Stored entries
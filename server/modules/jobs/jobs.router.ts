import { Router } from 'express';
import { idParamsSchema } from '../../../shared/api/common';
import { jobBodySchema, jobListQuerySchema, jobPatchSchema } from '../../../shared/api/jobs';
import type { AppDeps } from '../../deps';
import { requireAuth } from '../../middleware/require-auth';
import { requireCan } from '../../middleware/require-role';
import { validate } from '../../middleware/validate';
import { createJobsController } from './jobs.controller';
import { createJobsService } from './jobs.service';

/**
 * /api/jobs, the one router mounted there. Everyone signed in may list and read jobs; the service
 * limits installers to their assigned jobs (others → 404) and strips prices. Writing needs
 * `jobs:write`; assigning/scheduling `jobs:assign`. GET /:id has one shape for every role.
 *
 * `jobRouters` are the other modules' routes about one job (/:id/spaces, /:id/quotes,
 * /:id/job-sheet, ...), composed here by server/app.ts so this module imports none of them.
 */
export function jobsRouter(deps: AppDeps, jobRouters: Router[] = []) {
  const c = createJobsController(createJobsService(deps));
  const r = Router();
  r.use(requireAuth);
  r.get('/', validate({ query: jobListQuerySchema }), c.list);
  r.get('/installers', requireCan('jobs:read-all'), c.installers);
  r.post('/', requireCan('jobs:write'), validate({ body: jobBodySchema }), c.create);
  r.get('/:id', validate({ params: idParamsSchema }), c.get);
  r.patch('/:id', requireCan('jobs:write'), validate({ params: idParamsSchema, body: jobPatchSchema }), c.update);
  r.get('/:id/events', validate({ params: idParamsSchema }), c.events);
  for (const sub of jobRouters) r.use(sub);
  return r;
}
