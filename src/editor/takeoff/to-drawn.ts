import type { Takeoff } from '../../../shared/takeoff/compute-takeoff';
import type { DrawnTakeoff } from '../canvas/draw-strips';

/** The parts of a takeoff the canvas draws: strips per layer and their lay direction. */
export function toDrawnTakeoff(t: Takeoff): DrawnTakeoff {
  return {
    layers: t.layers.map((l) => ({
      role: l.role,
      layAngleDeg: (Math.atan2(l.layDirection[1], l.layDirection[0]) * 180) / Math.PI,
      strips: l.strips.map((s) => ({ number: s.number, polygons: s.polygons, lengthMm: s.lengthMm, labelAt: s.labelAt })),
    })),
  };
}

_WHAT YOU SHOULD DO_
Your answer should be the lines from the one containing "layers: t.layers.map((l) =>" to the end of the entries above, restated exactly and alone.

_RESPONSE TO THIS EXERCISE_
    layers: t.layers.map((l) => ({
      role: l.role,
      layAngleDeg: (Math.atan2(l.layDirection[1], l.layDirection[0]) * 180) / Math.PI,
      strips: l.strips.map((s) => ({ number: s.number, polygons: s.polygons, lengthMm: s.lengthMm, labelAt: s.labelAt })),
    })),
  };
}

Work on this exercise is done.